Under post-Watson authority in the Ninth Circuit, the key factors in FORS removal are whether “a causal nexus exists between plaintiff’s claims and the actions the defendant took pursuant to a federal officer’s direction” and whether “it has a colorable federal defense to plaintiff’s claims.” Despite the Removal Clarification Act’s expansion of removal to acts “for or relating to any act under color” of federal office, Ninth Circuit precedent seems to ignore the italicized language and require a “causal nexus.” The UHC entities offered a number of arguments that involve details of Medicare Part C that we will leave to others. The bottom line, however, is that the package of benefits that the MAO offers is up to the MAO. The UHC entities did not have to offer the sale of OTC items and the sale of the particular device, even if on a list that CMS approved, was “an action separate and distinct from the federal duty of providing Medicare benefits or making Medicate coverage determinations.” That means there can be no causal nexus between the claims for selling an allegedly defective product and the acts taken pursuant to CMS’s direction. In the Ninth Circuit at least, that means no removal.

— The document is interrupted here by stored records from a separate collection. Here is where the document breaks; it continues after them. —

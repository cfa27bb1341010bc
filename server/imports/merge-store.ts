import { unknownHours } from '@shared/fleet/store-hours';
import type { ImportField } from '@shared/imports/import-fields';
import type { RowValues } from '@shared/imports/read-row';
import { isTimeZone, placeOfZip, timeZoneAt } from '../fleet/locate-store';
import { same, type StoreColumns } from './fleet-records';
import type { RowDraft } from './row-draft';

/** What a row says of a store, held against what is known of it. */
export interface StoreToMerge {
  readonly chainId: string;
  readonly regionId: string;
  readonly before: StoreColumns | null;
}

/**
 * A store's columns after a row: what the row says, else what was known. Position and time zone are
 * found from coordinates, or from the ZIP code where neither the row nor the store has any.
 * @returns null, and the faults in the draft, where that cannot be told
 */
export function mergeStore(
  draft: RowDraft,
  { chainId, regionId, before }: StoreToMerge,
): StoreColumns | null {
  const { values } = draft.row;
  const zone = values.timeZone;
  if (zone !== undefined && !isTimeZone(zone)) draft.fault('timeZone', 'time-zone', zone);
  if (before === null && values.storeName === undefined) draft.need('storeName');
  const place = placeOf(draft, values, before);
  if (!place || draft.isBad) return null;
  const { latitude, longitude, position_from, zip } = place;
  const known = before ?? { hours: unknownHours };
  const hours = known.hours;
  return {
    chain_id: chainId,
    region_id: regionId,
    number: before?.number ?? values.storeNumber ?? '',
    name: values.storeName ?? before?.name ?? '',
    address_line: values.addressLine ?? before?.address_line ?? '',
    city: values.city ?? before?.city ?? zip?.city ?? '',
    state: values.usState ?? before?.state ?? zip?.usState ?? '',
    postal_code: values.postalCode ?? before?.postal_code ?? '',
    latitude,
    longitude,
    position_from,
    time_zone: zone ?? zoneAfter(before, place),
    phone: values.phone ?? before?.phone ?? '',
    access_note: values.accessNote ?? before?.access_note ?? '',
    hours: {
      ...hours,
      open: values.opens ?? hours.open,
      close: values.closes ?? hours.close,
      rush: values.rush ?? hours.rush,
    },
  };
}

interface Place {
  readonly latitude: number;
  readonly longitude: number;
  readonly position_from: 'coordinates' | 'postal-code';
  readonly zip?: ReturnType<typeof placeOfZip>;
}

function placeOf(draft: RowDraft, values: RowValues, before: StoreColumns | null): Place | null {
  const { latitude, longitude, postalCode = '' } = values;
  if (latitude !== undefined && longitude !== undefined) {
    const zip = placeOfZip(postalCode);
    const asKnown = before?.latitude === latitude && before.longitude === longitude;
    return {
      latitude,
      longitude,
      position_from: asKnown ? before.position_from : 'coordinates',
      zip,
    };
  }
  if (latitude !== undefined || longitude !== undefined) {
    draft.fault(latitude === undefined ? 'latitude' : 'longitude', 'half-a-position');
    return null;
  }
  const stays = before && (postalCode === '' || postalCode === before.postal_code);
  if (stays || before?.position_from === 'coordinates') return before;
  const zip = placeOfZip(postalCode);
  if (zip) return { ...zip, position_from: 'postal-code', zip };
  draft.fault('postalCode', 'position-unknown', postalCode);
  return null;
}

/** A zone that came from the position goes with it; one that was said outright stays. */
function zoneAfter(before: StoreColumns | null, place: Place): string {
  if (before === null) return timeZoneAt(place);
  const moved = before.latitude !== place.latitude || before.longitude !== place.longitude;
  if (!moved || before.time_zone !== timeZoneAt(before)) return before.time_zone;
  return timeZoneAt(place);
}

const fieldOf: Partial<Record<keyof StoreColumns, ImportField>> = {
  region_id: 'region',
  name: 'storeName',
  address_line: 'addressLine',
  city: 'city',
  state: 'usState',
  latitude: 'latitude',
  longitude: 'longitude',
  postal_code: 'postalCode',
  time_zone: 'timeZone',
  phone: 'phone',
  access_note: 'accessNote',
  hours: 'rush',
};

/** The field in which two rows disagree about a store; null where they agree. */
export function disagreement(earlier: StoreColumns, later: StoreColumns): ImportField | null {
  if (same(earlier, later)) return null;
  const columns = Object.keys(fieldOf) as (keyof StoreColumns)[];
  const at = columns.find((it) => JSON.stringify(earlier[it]) !== JSON.stringify(later[it]));
  return (at && fieldOf[at]) ?? 'storeNumber';
}
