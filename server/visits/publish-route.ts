import { Problem } from '@shared/problem';
import type { Tenant } from '@db/tenant-transaction';
import type { Actor } from '../access/actor';
import { recordEvent } from '../audit/record-event';
import { lockRoute } from './route-rows';

/**
 * Shows a day to its technician and its stores. Published again without a change it stays as it is.
 * @throws Problem 404, 409 when it changed meanwhile, 422 when there was never anything on it
 */
export async function publishRoute(
  tenant: Tenant,
  actor: Actor,
  id: string,
  version: number,
  now: Date,
): Promise<void> {
  const route = await lockRoute(tenant, id, version);
  if (route.publishedVersion === route.version) return;
  const visits = await tenant.rows<{ id: string }>('SELECT id FROM visits WHERE route_id = $1', [
    id,
  ]);
  // A day that was told and then emptied is told as empty.
  if (visits.length === 0 && route.publishedVersion === null) {
    throw new Problem(422, 'empty-route', 'There is no visit on this day yet.');
  }
  await tenant.rows(
    `UPDATE routes SET published_at = $2, published_by = $3, published_version = version
     WHERE id = $1`,
    [id, now, actor.personId],
  );
  await recordEvent(tenant, {
    actorId: actor.personId,
    subjectKind: 'route',
    subjectId: id,
    action: 'published',
    detail: { visits: visits.length, version: route.version },
  });
}
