import { randomUUID } from 'node:crypto';
import { mayAt, mayEverywhere } from '@shared/access/ability';
import type { ImportKind } from '@shared/imports/import-fields';
import type { ReadRow } from '@shared/imports/read-row';
import type { Actor } from '../access/actor';
import { localDay } from '../fleet/fleet-policy';
import { type Change, type GroupColumns, type StoreColumns, same } from './fleet-records';
import type { FleetMemory, State } from './fleet-memory';
import { mergePart, saidParts } from './merge-parts';
import { disagreement, mergeStore } from './merge-store';
import { mergeUnit } from './merge-unit';
import { RowDraft } from './row-draft';

/**
 * Holds rows against the fleet, one after the other: who they are about, what they would change, and
 * what is wrong. Nothing is written here, so that the check and the import judge alike.
 */
export class RowJudge {
  private readonly today = new Map<string, string>();

  constructor(
    private readonly kind: ImportKind,
    private readonly actor: Actor,
    private readonly now: Date,
    private readonly memory: FleetMemory,
  ) {}

  judge(row: ReadRow): RowDraft {
    const draft = new RowDraft(row);
    if (this.kind === 'chains') this.ownGroup(draft, 'chain');
    else if (this.kind === 'regions') this.ownGroup(draft, 'region');
    else this.place(draft);
    if (!draft.isBad) draft.whenTaken.forEach((remember) => remember());
    return draft;
  }

  private place(draft: RowDraft): void {
    const store = this.store(draft);
    if (!store || this.kind === 'stores') return;
    const { unitTag } = draft.row.values;
    if (unitTag === undefined) return draft.need('unitTag');
    const known = this.memory.unit(store.id, unitTag);
    if (known?.retired) return draft.fault('unitTag', 'retired', unitTag);
    const today = this.dayAt(store.columns.time_zone);
    let unit = known;
    if (this.kind === 'units') {
      if (known?.row != null) return draft.fault('unitTag', 'doubled', unitTag, { row: known.row });
      unit = mergeUnit(draft, store.id, known?.columns ?? null, known?.id ?? randomUUID(), today);
      if (!unit) return;
      const made = unit;
      draft.changes.units.push(change(draft, made.id, known?.columns ?? null, made.columns));
      draft.whenTaken.push(() => this.memory.rememberUnit(made));
    }
    if (!unit) return draft.fault('unitTag', 'unit-unknown', unitTag);
    if (this.kind === 'components' && !draft.row.values.partKind) return draft.need('partKind');
    this.parts(draft, { id: unit.id, installedOn: unit.columns.installed_on }, today);
  }

  private parts(
    draft: RowDraft,
    unit: { id: string; installedOn: string | null },
    today: string,
  ): void {
    for (const said of saidParts(draft.row.values)) {
      const fitted = this.memory
        .partsOf(unit.id)
        .filter(({ columns }) => columns.kind === said.kind);
      const merged = mergePart(draft, said, unit, fitted, today);
      if (!merged) continue;
      const { part, before } = merged;
      draft.changes.components.push(change(draft, part.id, before, part.columns));
      draft.whenTaken.push(() => this.memory.rememberPart(part));
    }
  }

  private store(draft: RowDraft): State<StoreColumns> | null {
    const { values } = draft.row;
    if (values.storeNumber === undefined) draft.need('storeNumber');
    const chain = this.group(draft, 'chain');
    if (!chain || values.storeNumber === undefined) return null;
    const known = this.memory.store(chain.id, values.storeNumber);
    const bringsStore = this.kind === 'stores' || values.storeName !== undefined;
    if (!known && (this.kind === 'components' || !bringsStore)) {
      draft.fault('storeNumber', 'store-unknown', values.storeNumber);
      return null;
    }
    if (known?.retired) {
      draft.fault('storeNumber', 'retired', values.storeNumber);
      return null;
    }
    if (this.kind === 'components') return this.allowed(draft, known as State<StoreColumns>);
    const region =
      known && values.region === undefined
        ? { id: known.columns.region_id }
        : this.group(draft, 'region');
    if (known && !this.allowed(draft, known)) return null;
    if (!region) return null;
    const before = known?.columns ?? null;
    const after = mergeStore(draft, { chainId: chain.id, regionId: region.id, before });
    if (!after) return null;
    return this.settle(draft, known, after);
  }

  /** Takes a store's columns for good, unless an earlier row said otherwise. */
  private settle(
    draft: RowDraft,
    known: State<StoreColumns> | undefined,
    after: StoreColumns,
  ): State<StoreColumns> | null {
    const id = known?.id ?? randomUUID();
    if (known?.row != null) {
      if (this.kind === 'stores') {
        draft.fault('storeNumber', 'doubled', after.number, { row: known.row });
        return null;
      }
      const field = disagreement(known.columns, after);
      if (!field) return known;
      draft.fault(field, 'differs', String(draft.row.values[field] ?? ''), { row: known.row });
      return null;
    }
    const store = { id, columns: after, retired: false, row: draft.row.number };
    if (!this.allowed(draft, store)) return null;
    draft.changes.stores.push(change(draft, id, known?.columns ?? null, after));
    draft.whenTaken.push(() => this.memory.rememberStore(store));
    return store;
  }

  private allowed(draft: RowDraft, store: State<StoreColumns>): State<StoreColumns> | null {
    const { chain_id: chainId, region_id: regionId } = store.columns;
    if (mayAt('fleet.import', this.actor.grants, { chainId, regionId, storeId: store.id })) {
      return store;
    }
    draft.fault('storeNumber', 'not-yours', store.columns.number);
    return null;
  }

  /** The chain or region that a row names, made where it is new; the only one where it names none. */
  private group(draft: RowDraft, field: 'chain' | 'region'): State<GroupColumns> | null {
    const name = draft.row.values[field];
    const groups = field === 'chain' ? this.memory.chains : this.memory.regions;
    const known = name === undefined ? groups.only : groups.find(name);
    if (known?.retired) {
      draft.fault(field, 'retired', name);
      return null;
    }
    if (known) return this.touch(draft, field, known);
    if (name === undefined) {
      if (field === 'chain') draft.fault('chain', 'chain-unknown');
      else draft.need('region');
      return null;
    }
    if (this.kind === 'components') {
      draft.fault('chain', 'chain-unknown', name);
      return null;
    }
    return this.newGroup(draft, field, name);
  }

  private ownGroup(draft: RowDraft, field: 'chain' | 'region'): void {
    const name = draft.row.values[field];
    if (name === undefined) return draft.need(field);
    const known = this.memory[field === 'chain' ? 'chains' : 'regions'].find(name);
    if (known?.row != null) draft.fault(field, 'doubled', name, { row: known.row });
    else if (known?.retired) draft.fault(field, 'retired', name);
    else if (known) this.touch(draft, field, known);
    else this.newGroup(draft, field, name);
  }

  private newGroup(
    draft: RowDraft,
    field: 'chain' | 'region',
    name: string,
  ): State<GroupColumns> | null {
    if (!mayEverywhere('fleet.import', this.actor.grants)) {
      draft.fault(field, 'not-yours', name);
      return null;
    }
    const columns = { name: name.replace(/\s+/g, ' ') };
    const group = { id: randomUUID(), columns, retired: false, row: draft.row.number };
    draft.changes[`${field}s`].push(change(draft, group.id, null, columns));
    draft.whenTaken.push(() => this.memory[`${field}s`].remember(group));
    return group;
  }

  /** Counts a group that the file names for the first time. */
  private touch(draft: RowDraft, field: 'chain' | 'region', known: State<GroupColumns>) {
    if (known.row === null) {
      const { id, columns } = known;
      draft.changes[`${field}s`].push(change(draft, id, columns, columns));
      draft.whenTaken.push(() =>
        this.memory[`${field}s`].remember({ ...known, row: draft.row.number }),
      );
    }
    return known;
  }

  private dayAt(timeZone: string): string {
    const known = this.today.get(timeZone);
    if (known) return known;
    const day = localDay(this.now, timeZone);
    this.today.set(timeZone, day);
    return day;
  }
}

/** `before` stands for `after` where nothing changes. */
function change<Columns extends object>(
  { row }: RowDraft,
  id: string,
  before: Columns | null,
  after: Columns,
): Change<Columns> {
  return { id, row: row.number, before: before && same(before, after) ? after : before, after };
}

In terms of lessons for drug and device companies, we are probably pretty much back where we started. When sued in California state court with a non-diverse defendant that merely sold a product or otherwise seems to be sued as a mere anchor, the chances for removal, whether by the diverse manufacturer or the non-diverse peripheral defendant, remain low. That does not mean that various theories of removal should not be considered. If the allegations against an MAO seller involve the failure to do something that CMS directly forbade, for instance, then even removal by the co-defendant MAO under FORS might have a shot. Rubalcava did not discuss the specific allegations of why any defendant was purportedly liable, except to say that a wheel on the walker detached, which counsels diving into the actual allegations and judicially noticeable facts when pursuing FORS removal, just as one would with removal based on a federal question or fraudulent joinder.